Ryƫnosuke Akutagawa's two short stories "Rashomon" (1915 - AKA "The Rashomon Gate") and "In a Grove" (1921 - AKA "The Cedar Grove") were famously fused and adapted as the basis for Akira Kurosawa's award-winning film Rashomon (1950), screenplay by Akutagawa and frequent collaborator Shinobu Hashimoto. In 1951 the film won an honorary International Academy Award, following the success of the film in winning a Golden Lion award at the Venice Film Festival in the same year.
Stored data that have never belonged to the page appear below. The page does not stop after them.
import type { MapData } from '../../shared/contracts/output';
import { displayUnit, formatPlain } from '../lib/format-number';
import { axisSpan, binCentre } from './axis-geometry';
import { formatPosition } from './format-tick';
import { computeExtremes, describeValue } from './map-values';

export function describeAt(map: MapData, at: number): string {
  const axis = map.axes[0]!;
  return `${axis.label} ${formatPosition(at, axis.step)} ${displayUnit(axis.unit)}`.trim();
}

/** What the cursor reads: position, value with its uncertainty, model, and how far apart they are. */
export function describeBin(map: MapData, bin: number, residuals: Float64Array | null): string {
  const place = `${describeAt(map, binCentre(map.axes[0]!, bin))} · ${describeValue(map, bin)}`;
  const model = map.model?.[bin];
  if (model === undefined || !Number.isFinite(model)) return place;
  const residual = residuals?.[bin];
  const apart =
    residual === undefined || Number.isNaN(residual)
      ? ''
      : ` (${residual >= 0 ? '+' : '\u2212'}${Math.abs(residual).toFixed(1)} σ)`;
  return `${place} · model ${formatPlain(model, 4)}${apart}`;
}

/** The plot in words. */
export function describeLine(map: MapData): string {
  const axis = map.axes[0]!;
  const bins = map.shape[0] ?? 0;
  const [lo, hi] = axisSpan(axis, bins);
  const head = `${map.label}. ${bins} bins, ${axis.label} from ${formatPlain(lo)} to ${formatPlain(hi)} ${displayUnit(axis.unit)}.`;
  const extremes = computeExtremes(map);
  if (extremes.maxIndex < 0) return `${head} No values yet.`;
  const peak = describeAt(map, binCentre(axis, extremes.maxIndex));
  const model = map.model ? ' A fitted model is drawn.' : '';
  return `${head} Largest: ${describeValue(map, extremes.maxIndex)} at ${peak}; smallest ${formatPlain(extremes.min)}.${model}`;
}
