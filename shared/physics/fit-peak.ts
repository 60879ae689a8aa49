import { inverse, Matrix } from 'ml-matrix';
import { normalCdf, normalPdf } from './special';

/** Equal bins from `lo`, each `step` wide, in the unit the answer is wanted in. */
export interface BinnedCounts {
  lo: number;
  step: number;
  counts: ArrayLike<number>;
}

export interface PeakFit {
  /** Counts in the whole peak, its centre and sigma, and the flat base in counts per bin. */
  area: number;
  centre: number;
  sigma: number;
  base: number;
  /** Standard errors from the inverse Fisher information, and the covariance of centre and sigma. */
  areaError: number;
  centreError: number;
  sigmaError: number;
  baseError: number;
  centreSigmaCov: number;
}

export interface PeakStart {
  area: number;
  centre: number;
  sigma: number;
  base: number;
}

const MAX_STEPS = 200;

/**
 * Gaussian on a constant base by Poisson maximum likelihood, L = sum(lambda - y ln lambda), with the Gaussian integrated
 * over each bin. Fisher scoring on (ln area, centre, ln sigma, ln base) with step halving. Errors are those of the
 * inverse Fisher information at the maximum; for many pairs on a base b per unit delay the centre's is
 * sigma sqrt(1/N + 4 sqrt(pi) sigma b / N^2) (`centreErrorLaw`). Cash, Astrophys. J. 228, 939 (1979), from memory, for
 * the Poisson likelihood. Null when it does not converge, when the peak is narrower than a fifth of a bin or wider than
 * the range: then there is no fit to quote.
 */
export function fitPeak(data: BinnedCounts, start: PeakStart): PeakFit | null {
  const span = data.counts.length * data.step;
  let p = [
    Math.log(Math.max(start.area, 1)),
    start.centre,
    Math.log(start.sigma),
    Math.log(Math.max(start.base, 1e-6)),
  ];
  let loss = lossAt(data, p);
  let damping = 0;
  for (let n = 0; n < MAX_STEPS; n++) {
    const { gradient, fisher } = scoreAt(data, p);
    const step = solveStep(fisher, gradient, damping);
    if (step === null) return null;
    const size = stepSize(step, p);
    let scale = size > 2 ? 2 / size : 1;
    let next = p;
    let nextLoss = Number.POSITIVE_INFINITY;
    for (
      let halving = 0;
      halving < 30 && !(nextLoss <= loss + 1e-10 * Math.abs(loss));
      halving++, scale /= 2
    ) {
      next = p.map((value, i) => value - scale * step[i]!);
      // The base may vanish; below this it has no effect and the logarithm must not run away.
      next[3] = Math.max(next[3]!, -30);
      nextLoss = lossAt(data, next);
    }
    if (!(nextLoss <= loss + 1e-10 * Math.abs(loss))) {
      damping = damping === 0 ? 1e-3 : damping * 10;
      if (damping > 1e6) return null;
      continue;
    }
    p = next;
    loss = nextLoss;
    if (size < 1e-7) return finishFit(data, p, span);
  }
  return null;
}

/**
 * Standard error of the centre of a Gaussian peak of `pairs` counts and width `sigma` on a base of `basePerUnit`
 * accidentals per unit delay: sigma sqrt(1/N + 4 sqrt(pi) sigma b / N^2). Derived from the Fisher information of a
 * Gaussian on a flat base.
 */
export function centreErrorLaw(sigma: number, pairs: number, basePerUnit: number): number {
  return sigma * Math.sqrt(1 / pairs + (4 * Math.sqrt(Math.PI) * sigma * basePerUnit) / pairs ** 2);
}

/** Model counts in bin m. */
export function peakModel(fit: PeakStart, lo: number, step: number, bin: number): number {
  const left = (lo + bin * step - fit.centre) / fit.sigma;
  return fit.base + fit.area * gaussBetween(left, left + step / fit.sigma);
}

/** Probability between two standard scores, from the tail in which no digits are lost. */
function gaussBetween(left: number, right: number): number {
  return left > 0 ? normalCdf(-left) - normalCdf(-right) : normalCdf(right) - normalCdf(left);
}

function lossAt(data: BinnedCounts, p: number[]): number {
  const model = { area: Math.exp(p[0]!), centre: p[1]!, sigma: Math.exp(p[2]!), base: Math.exp(p[3]!) };
  let loss = 0;
  for (let m = 0; m < data.counts.length; m++) {
    const lambda = peakModel(model, data.lo, data.step, m);
    const y = data.counts[m]!;
    loss += lambda - (y > 0 ? y * Math.log(lambda) : 0);
  }
  return loss;
}

function scoreAt(data: BinnedCounts, p: number[]): { gradient: number[]; fisher: number[][] } {
  const [area, centre, sigma, base] = [Math.exp(p[0]!), p[1]!, Math.exp(p[2]!), Math.exp(p[3]!)];
  const gradient = [0, 0, 0, 0];
  const fisher = [0, 1, 2, 3].map(() => [0, 0, 0, 0]);
  const slope = [0, 0, 0, 0];
  for (let m = 0; m < data.counts.length; m++) {
    const left = (data.lo + m * data.step - centre) / sigma;
    const right = left + data.step / sigma;
    const share = area * gaussBetween(left, right);
    const lambda = base + share;
    const pdfLeft = normalPdf(left);
    const pdfRight = normalPdf(right);
    slope[0] = share;
    slope[1] = (area * (pdfLeft - pdfRight)) / sigma;
    slope[2] = area * (left * pdfLeft - right * pdfRight);
    slope[3] = base;
    const pull = 1 - data.counts[m]! / lambda;
    for (let i = 0; i < 4; i++) {
      gradient[i]! += pull * slope[i]!;
      for (let j = 0; j <= i; j++) fisher[i]![j]! += (slope[i]! * slope[j]!) / lambda;
    }
  }
  for (let i = 0; i < 4; i++) for (let j = i + 1; j < 4; j++) fisher[i]![j] = fisher[j]![i]!;
  return { gradient, fisher };
}

/** Relative size of a step; the centre's is measured in sigmas. */
function stepSize(step: number[], p: number[]): number {
  return Math.max(
    Math.abs(step[0]!),
    Math.abs(step[1]!) / Math.exp(p[2]!),
    Math.abs(step[2]!),
    baseStep(step, p),
  );
}

function baseStep(step: number[], p: number[]): number {
  return p[3]! <= -20 ? 0 : Math.abs(step[3]!);
}

function solveStep(fisher: number[][], gradient: number[], damping: number): number[] | null {
  const inverted = invert(fisher, 1e-12 + damping);
  return inverted === null
    ? null
    : inverted.map((row) => row.reduce((sum, v, j) => sum + v * gradient[j]!, 0));
}

/** Inverse after scaling to unit diagonal, which keeps very different units apart. */
function invert(fisher: number[][], ridge: number): number[][] | null {
  const scale = fisher.map((row, i) => Math.sqrt(Math.max(row[i]!, 1e-30)));
  const scaled = fisher.map((row, i) =>
    row.map((v, j) => v / (scale[i]! * scale[j]!) + (i === j ? ridge : 0)),
  );
  const inverted = inverse(new Matrix(scaled)).to2DArray();
  if (!inverted.flat().every(Number.isFinite)) return null;
  return inverted.map((row, i) => row.map((v, j) => v / (scale[i]! * scale[j]!)));
}

function finishFit(data: BinnedCounts, p: number[], span: number): PeakFit | null {
  const [area, centre, sigma, base] = [Math.exp(p[0]!), p[1]!, Math.exp(p[2]!), Math.exp(p[3]!)];
  const inside = centre > data.lo && centre < data.lo + span;
  if (!(inside && sigma > data.step / 5 && sigma < span)) return null;
  const covariance = invert(scoreAt(data, p).fisher, 0);
  if (covariance === null) return null;
  const error = (i: number): number => Math.sqrt(Math.max(0, covariance[i]![i]!));
  return {
    area,
    centre,
    sigma,
    base,
    areaError: area * error(0),
    centreError: error(1),
    sigmaError: sigma * error(2),
    // Without base counts the logarithm's error has no meaning; one count in the range is the scale of what was not seen.
    baseError: base < 1e-8 ? 1 / data.counts.length : base * error(3),
    centreSigmaCov: sigma * covariance[1]![2]!,
  };
}
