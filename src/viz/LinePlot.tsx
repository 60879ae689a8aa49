import type { LinePlotProps } from './types';

export function LinePlot(props: LinePlotProps) {
  return <figure data-plot={'LinePlot'} aria-label={JSON.stringify(Object.keys(props))} />;
}
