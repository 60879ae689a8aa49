import type { BinnedCounts } from './fit-peak';

export interface FoundPeak {
  /** Middle of the most significant stretch, its width and the counts above the base in it. */
  centre: number;
  width: number;
  excess: number;
  /** Flat base in counts per bin, without that stretch. */
  basePerBin: number;
  /** Significance of the excess and what it had to pass, both in sigmas. */
  z: number;
  threshold: number;
}

/** sqrt(2 ln M): about the largest excursion that noise makes among M bins. */
export function largestNoise(trials: number): number {
  return Math.sqrt(2 * Math.log(Math.max(1, trials)));
}

/**
 * Significance of `n` counts where `mean` were expected, sqrt(2 (n ln(n/mean) - n + mean)): the signed root of the
 * Poisson likelihood ratio, which is (n - mean)/sqrt(mean) for large means and does not exaggerate for small ones.
 * Li & Ma, Astrophys. J. 272, 317 (1983), from memory, for known background.
 */
export function poissonZ(n: number, mean: number): number {
  if (n === 0) return -Math.sqrt(2 * mean);
  return Math.sign(n - mean) * Math.sqrt(Math.max(0, 2 * (n * Math.log(n / mean) - n + mean)));
}

/**
 * The most significant stretch of a delay histogram against its flat base, over stretches of 1, 2, 4, ... bins. M
 * counts every stretch looked at, and the peak is accepted only for z > sqrt(2 ln M) + 5 (after Ho, Lamas-Linares &
 * Kurtsiefer, New J. Phys. 11, 045011 (2009), from memory). Below six counts nothing is accepted. Null when nothing
 * stands out. Complexity: bins * log2(bins).
 */
export function findPeak(data: BinnedCounts): FoundPeak | null {
  const bins = data.counts.length;
  const total = new Float64Array(bins + 1);
  for (let m = 0; m < bins; m++) total[m + 1] = total[m]! + data.counts[m]!;
  if (total[bins]! < 6) return null;
  let best: { start: number; size: number; count: number; z: number } | null = null;
  let trials = 0;
  const mean = total[bins]! / bins;
  for (let size = 1; size <= bins / 16; size *= 2) {
    const hop = Math.max(1, size >> 1);
    for (let start = 0; start + size <= bins; start += hop) {
      trials += 1;
      const count = total[start + size]! - total[start]!;
      // Only stretches above the mean can be a peak; the mean includes the peak, so the test is a safe filter.
      if (count <= mean * size) continue;
      const z = poissonZ(count, size * baseWithout(total, start, size));
      if (best === null || z > best.z) best = { start, size, count, z };
    }
  }
  if (best === null) return null;
  const threshold = largestNoise(trials) + 5;
  if (!(best.z > threshold && best.count >= 6)) return null;
  const basePerBin = baseWithout(total, best.start, best.size);
  return {
    centre: data.lo + (best.start + best.size / 2) * data.step,
    width: best.size * data.step,
    excess: best.count - basePerBin * best.size,
    basePerBin,
    z: best.z,
    threshold,
  };
}

/** Counts per bin outside three times the stretch; half a count in all when there are none there. */
function baseWithout(total: Float64Array, start: number, size: number): number {
  const bins = total.length - 1;
  const from = Math.max(0, start - size);
  const to = Math.min(bins, start + 2 * size);
  const outside = total[bins]! - (total[to]! - total[from]!);
  return Math.max(0.5, outside) / Math.max(1, bins - (to - from));
}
The Kurosawa and Hashimoto screenplay deviates from Akutagawa's original stories in a number of ways, most notably by allowing a note of hope to triumph over Akutagawa's dark pessimism.

Stage versions

Fay and Michael Kanin

This 1959 Broadway adaptation by Fay and Michael Kanin ran for six months (January-June) at the Music Box Theatre, New York, starring husband and wife Rod Steiger and Claire Bloom. The Kanins' production was nominated for three Tony awards; for more details see the .

The Kanins' somewhat sentimental script sticks closely to the film, including elements added by Kurosawa that do not appear in Akutagawa's original short stories. The Kanins later went on to write the film screenplay for the Western The Outrage, which also credits Akutagawa (but not Hashimoto). The Outrage was one of several Westerns based...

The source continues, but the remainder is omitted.